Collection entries
··········

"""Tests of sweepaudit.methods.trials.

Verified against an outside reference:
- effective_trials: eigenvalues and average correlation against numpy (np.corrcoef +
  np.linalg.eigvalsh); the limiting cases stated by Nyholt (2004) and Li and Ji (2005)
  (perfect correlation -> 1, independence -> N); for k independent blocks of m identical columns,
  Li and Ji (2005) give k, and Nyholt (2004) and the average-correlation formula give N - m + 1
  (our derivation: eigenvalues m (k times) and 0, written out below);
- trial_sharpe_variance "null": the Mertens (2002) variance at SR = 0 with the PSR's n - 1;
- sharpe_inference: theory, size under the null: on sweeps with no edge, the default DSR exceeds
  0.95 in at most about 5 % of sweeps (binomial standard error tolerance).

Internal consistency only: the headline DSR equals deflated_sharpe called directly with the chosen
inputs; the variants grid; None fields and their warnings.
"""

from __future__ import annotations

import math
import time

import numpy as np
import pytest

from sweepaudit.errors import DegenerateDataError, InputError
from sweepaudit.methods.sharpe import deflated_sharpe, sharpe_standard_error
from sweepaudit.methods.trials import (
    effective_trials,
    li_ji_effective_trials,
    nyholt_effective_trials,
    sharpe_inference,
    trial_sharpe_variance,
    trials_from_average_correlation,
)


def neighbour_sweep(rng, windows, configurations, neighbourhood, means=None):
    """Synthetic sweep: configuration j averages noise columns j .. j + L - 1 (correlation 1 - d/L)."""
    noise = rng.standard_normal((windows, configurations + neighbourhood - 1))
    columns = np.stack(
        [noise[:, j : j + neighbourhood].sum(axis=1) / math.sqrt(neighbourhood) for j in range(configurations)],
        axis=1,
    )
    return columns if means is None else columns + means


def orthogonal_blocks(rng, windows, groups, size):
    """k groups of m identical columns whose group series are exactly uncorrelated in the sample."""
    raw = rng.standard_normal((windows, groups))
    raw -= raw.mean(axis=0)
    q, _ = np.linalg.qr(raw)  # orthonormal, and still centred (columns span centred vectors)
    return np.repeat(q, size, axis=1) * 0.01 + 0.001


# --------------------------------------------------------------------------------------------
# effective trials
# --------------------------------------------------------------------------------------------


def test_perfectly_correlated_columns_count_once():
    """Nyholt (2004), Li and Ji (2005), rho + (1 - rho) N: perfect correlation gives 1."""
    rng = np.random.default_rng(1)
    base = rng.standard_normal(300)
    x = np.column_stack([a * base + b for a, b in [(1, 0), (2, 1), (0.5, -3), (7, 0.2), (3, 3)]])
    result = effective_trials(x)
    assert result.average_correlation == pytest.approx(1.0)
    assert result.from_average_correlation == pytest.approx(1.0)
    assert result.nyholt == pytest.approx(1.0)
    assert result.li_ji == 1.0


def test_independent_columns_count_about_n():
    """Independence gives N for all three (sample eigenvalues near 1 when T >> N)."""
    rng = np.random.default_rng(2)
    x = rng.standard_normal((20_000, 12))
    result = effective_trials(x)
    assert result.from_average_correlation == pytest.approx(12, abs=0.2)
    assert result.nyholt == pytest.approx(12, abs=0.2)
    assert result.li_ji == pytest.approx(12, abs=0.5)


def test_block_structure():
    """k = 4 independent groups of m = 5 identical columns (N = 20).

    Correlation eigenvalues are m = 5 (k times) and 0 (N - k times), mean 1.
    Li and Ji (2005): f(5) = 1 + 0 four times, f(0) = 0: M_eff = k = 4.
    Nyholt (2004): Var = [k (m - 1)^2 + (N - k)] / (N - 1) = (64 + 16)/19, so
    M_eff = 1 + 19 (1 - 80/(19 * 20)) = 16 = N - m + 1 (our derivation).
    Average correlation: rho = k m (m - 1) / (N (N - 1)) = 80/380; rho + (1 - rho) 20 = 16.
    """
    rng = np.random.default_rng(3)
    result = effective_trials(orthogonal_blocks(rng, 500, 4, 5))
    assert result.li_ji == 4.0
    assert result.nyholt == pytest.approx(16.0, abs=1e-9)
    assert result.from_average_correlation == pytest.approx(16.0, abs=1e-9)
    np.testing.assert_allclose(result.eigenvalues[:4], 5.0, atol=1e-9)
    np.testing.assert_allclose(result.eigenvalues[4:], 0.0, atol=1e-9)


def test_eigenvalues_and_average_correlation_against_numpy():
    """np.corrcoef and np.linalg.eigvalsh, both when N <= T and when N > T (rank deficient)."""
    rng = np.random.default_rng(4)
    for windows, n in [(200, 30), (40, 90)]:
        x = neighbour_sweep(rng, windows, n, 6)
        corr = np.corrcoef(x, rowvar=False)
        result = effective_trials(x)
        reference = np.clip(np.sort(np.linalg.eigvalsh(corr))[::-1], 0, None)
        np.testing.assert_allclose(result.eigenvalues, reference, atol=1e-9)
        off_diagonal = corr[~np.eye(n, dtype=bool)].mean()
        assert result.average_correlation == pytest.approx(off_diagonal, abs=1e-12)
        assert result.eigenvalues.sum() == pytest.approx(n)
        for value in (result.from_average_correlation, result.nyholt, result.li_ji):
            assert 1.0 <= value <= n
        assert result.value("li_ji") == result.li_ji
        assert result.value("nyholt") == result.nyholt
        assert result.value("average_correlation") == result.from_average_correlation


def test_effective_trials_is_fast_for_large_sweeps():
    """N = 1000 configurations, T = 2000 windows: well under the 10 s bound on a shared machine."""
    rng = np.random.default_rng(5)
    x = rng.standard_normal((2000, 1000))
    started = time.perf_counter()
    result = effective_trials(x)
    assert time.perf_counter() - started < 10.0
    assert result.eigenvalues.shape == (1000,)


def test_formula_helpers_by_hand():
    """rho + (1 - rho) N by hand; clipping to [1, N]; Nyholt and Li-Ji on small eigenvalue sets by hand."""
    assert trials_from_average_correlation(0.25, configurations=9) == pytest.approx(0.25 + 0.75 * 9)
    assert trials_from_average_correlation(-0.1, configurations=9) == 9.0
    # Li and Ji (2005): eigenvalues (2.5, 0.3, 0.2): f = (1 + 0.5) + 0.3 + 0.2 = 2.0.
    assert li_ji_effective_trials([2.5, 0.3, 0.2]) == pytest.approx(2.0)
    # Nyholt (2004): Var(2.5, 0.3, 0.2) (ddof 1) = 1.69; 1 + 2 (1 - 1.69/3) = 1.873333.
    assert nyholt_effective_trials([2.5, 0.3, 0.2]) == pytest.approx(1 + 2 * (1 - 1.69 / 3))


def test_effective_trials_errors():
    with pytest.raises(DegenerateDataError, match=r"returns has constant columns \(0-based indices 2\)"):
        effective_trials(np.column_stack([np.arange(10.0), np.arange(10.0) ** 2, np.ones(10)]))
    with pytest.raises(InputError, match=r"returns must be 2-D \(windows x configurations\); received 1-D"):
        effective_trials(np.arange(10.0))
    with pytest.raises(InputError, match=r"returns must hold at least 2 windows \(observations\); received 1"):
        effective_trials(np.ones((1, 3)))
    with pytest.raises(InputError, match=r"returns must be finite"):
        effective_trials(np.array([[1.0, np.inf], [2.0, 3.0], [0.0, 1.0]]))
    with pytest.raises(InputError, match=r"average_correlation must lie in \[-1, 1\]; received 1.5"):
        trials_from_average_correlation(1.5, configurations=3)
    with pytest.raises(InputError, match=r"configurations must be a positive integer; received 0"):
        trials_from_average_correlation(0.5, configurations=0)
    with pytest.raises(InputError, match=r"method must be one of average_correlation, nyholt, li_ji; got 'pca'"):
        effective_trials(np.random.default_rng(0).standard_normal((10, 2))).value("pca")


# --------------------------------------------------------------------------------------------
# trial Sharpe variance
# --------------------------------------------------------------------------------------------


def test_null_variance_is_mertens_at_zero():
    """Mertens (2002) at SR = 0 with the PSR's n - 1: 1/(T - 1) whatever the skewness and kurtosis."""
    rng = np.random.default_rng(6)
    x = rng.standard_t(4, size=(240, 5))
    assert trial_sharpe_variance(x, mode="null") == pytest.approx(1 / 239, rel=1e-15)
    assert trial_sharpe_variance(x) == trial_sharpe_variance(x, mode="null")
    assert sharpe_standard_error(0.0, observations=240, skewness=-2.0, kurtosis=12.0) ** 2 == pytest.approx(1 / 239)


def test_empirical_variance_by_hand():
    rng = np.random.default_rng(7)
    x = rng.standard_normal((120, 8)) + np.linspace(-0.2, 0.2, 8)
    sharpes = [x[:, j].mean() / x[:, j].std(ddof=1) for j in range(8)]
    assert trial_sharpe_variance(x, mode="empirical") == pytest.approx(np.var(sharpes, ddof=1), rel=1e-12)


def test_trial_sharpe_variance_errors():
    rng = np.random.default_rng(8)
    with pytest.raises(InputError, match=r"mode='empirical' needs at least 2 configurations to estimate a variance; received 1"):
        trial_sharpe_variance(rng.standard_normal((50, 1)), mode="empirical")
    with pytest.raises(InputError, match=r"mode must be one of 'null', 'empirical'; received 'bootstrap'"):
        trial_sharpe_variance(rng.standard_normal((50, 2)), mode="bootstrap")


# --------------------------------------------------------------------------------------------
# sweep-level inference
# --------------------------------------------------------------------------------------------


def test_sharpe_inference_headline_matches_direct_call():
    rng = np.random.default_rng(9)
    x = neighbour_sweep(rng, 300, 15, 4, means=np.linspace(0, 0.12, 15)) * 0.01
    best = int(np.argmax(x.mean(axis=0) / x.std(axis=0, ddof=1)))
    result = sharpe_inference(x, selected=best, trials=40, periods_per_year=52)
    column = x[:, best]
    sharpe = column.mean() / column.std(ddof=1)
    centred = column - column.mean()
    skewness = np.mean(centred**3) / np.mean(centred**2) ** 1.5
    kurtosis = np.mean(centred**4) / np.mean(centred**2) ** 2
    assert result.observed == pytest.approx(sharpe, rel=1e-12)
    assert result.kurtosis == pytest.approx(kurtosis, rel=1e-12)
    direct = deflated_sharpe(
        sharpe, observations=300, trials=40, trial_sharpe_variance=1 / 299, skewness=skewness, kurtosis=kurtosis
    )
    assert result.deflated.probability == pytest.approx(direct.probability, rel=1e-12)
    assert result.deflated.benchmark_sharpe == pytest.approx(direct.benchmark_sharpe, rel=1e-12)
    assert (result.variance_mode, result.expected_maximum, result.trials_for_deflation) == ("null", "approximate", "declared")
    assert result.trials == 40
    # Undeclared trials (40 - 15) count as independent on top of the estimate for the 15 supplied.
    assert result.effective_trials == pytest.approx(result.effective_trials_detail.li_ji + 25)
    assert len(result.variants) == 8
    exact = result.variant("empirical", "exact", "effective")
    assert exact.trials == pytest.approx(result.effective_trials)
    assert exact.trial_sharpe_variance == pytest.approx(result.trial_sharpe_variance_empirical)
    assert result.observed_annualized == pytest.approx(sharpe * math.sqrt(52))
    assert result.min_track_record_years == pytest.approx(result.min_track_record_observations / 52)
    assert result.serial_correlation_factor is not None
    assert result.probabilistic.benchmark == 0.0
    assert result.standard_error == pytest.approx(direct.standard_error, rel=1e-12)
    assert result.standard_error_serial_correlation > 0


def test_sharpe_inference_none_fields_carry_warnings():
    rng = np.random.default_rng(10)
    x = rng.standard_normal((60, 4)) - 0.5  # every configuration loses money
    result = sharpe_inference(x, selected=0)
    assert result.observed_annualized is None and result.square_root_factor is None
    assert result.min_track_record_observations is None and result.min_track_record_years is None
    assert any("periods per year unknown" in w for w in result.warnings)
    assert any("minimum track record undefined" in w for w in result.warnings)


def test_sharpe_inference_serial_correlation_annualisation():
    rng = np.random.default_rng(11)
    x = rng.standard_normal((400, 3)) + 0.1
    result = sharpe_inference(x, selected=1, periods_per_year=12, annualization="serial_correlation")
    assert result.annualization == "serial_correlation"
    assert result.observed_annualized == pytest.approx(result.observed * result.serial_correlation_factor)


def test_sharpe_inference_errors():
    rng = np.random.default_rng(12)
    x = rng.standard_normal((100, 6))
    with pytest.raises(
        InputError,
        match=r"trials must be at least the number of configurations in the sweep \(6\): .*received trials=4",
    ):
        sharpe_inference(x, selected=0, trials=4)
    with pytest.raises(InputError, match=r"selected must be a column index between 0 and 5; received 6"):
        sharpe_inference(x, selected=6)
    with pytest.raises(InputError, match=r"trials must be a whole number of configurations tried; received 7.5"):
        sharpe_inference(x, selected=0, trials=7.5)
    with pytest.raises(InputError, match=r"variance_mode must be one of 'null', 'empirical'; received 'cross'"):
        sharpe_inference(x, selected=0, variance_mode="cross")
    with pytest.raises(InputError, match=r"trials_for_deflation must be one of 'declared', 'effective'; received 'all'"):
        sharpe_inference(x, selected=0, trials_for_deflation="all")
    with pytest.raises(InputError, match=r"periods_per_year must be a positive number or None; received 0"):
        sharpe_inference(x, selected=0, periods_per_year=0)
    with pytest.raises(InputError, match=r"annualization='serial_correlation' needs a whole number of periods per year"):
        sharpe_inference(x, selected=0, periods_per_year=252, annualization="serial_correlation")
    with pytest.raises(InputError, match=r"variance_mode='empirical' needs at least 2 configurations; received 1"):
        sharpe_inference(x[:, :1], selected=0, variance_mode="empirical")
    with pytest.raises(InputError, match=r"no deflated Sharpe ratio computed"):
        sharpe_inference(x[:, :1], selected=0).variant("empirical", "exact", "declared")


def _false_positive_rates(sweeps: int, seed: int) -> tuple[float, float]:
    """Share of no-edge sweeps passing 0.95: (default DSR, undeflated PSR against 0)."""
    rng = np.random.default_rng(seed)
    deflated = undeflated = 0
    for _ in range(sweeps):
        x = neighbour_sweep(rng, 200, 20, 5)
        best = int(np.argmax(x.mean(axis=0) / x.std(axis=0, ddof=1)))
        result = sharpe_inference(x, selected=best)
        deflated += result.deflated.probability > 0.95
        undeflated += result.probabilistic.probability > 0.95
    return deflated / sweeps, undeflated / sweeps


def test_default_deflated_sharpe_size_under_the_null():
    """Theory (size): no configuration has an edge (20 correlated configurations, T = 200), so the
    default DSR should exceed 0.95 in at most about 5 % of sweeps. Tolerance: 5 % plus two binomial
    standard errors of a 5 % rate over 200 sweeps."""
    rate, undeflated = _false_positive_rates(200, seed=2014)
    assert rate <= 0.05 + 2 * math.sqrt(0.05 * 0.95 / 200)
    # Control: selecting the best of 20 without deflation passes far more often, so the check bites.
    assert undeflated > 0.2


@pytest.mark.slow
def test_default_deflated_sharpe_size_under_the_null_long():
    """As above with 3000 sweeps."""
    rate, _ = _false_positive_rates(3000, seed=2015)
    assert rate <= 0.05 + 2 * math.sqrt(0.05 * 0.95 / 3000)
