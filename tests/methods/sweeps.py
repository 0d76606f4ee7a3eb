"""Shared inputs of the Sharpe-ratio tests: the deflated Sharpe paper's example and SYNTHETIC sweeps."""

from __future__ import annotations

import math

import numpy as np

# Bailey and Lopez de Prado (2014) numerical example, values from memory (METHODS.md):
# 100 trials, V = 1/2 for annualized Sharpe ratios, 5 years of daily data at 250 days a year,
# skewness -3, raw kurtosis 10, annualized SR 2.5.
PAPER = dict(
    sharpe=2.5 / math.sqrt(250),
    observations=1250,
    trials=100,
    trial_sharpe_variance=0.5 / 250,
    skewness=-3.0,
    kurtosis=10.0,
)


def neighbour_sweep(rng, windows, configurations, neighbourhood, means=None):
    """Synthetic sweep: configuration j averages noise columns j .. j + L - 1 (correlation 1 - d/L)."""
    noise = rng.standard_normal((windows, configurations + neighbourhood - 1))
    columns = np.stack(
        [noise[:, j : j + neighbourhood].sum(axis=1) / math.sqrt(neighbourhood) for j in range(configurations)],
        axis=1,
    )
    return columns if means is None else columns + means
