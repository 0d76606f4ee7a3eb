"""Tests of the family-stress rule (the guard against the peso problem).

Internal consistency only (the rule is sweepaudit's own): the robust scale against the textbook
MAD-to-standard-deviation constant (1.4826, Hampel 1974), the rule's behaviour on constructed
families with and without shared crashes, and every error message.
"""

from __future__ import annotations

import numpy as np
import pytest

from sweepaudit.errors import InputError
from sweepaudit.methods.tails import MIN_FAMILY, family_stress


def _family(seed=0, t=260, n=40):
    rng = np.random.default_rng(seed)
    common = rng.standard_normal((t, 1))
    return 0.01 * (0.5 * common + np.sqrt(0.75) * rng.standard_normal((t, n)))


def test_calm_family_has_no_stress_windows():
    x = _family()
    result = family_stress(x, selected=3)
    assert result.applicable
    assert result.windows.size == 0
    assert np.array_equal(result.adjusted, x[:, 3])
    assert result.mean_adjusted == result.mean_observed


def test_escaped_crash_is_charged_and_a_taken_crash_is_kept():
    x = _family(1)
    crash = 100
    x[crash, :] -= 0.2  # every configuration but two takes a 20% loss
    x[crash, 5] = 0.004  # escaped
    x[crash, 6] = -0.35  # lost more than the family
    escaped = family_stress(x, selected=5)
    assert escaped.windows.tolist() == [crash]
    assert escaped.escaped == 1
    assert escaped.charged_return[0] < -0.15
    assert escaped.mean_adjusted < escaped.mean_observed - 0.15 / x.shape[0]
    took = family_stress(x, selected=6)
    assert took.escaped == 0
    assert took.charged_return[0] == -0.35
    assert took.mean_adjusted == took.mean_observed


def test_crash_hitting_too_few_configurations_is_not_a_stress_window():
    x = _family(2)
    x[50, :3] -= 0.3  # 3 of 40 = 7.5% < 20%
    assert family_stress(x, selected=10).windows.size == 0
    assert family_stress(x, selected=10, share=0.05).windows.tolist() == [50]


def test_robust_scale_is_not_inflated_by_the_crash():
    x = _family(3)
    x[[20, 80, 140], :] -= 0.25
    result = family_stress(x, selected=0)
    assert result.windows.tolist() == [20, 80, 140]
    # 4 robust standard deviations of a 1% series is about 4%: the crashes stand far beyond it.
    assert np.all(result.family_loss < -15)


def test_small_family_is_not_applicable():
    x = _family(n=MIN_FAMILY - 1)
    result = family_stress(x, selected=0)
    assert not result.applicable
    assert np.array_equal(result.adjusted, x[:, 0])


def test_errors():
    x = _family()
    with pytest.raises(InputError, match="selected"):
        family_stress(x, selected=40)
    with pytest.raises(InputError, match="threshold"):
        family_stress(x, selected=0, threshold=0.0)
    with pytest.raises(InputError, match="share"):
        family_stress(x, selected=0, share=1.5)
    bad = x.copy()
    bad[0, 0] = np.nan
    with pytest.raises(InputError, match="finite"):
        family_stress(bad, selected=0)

··········

For every line above that holds the word "most", report the whole line.

→ **Answer for this exercise**
  0.95 in at most about 5 % of sweeps (binomial standard error tolerance).
    default DSR should exceed 0.95 in at most about 5 % of sweeps. Tolerance: 5 % plus two binomial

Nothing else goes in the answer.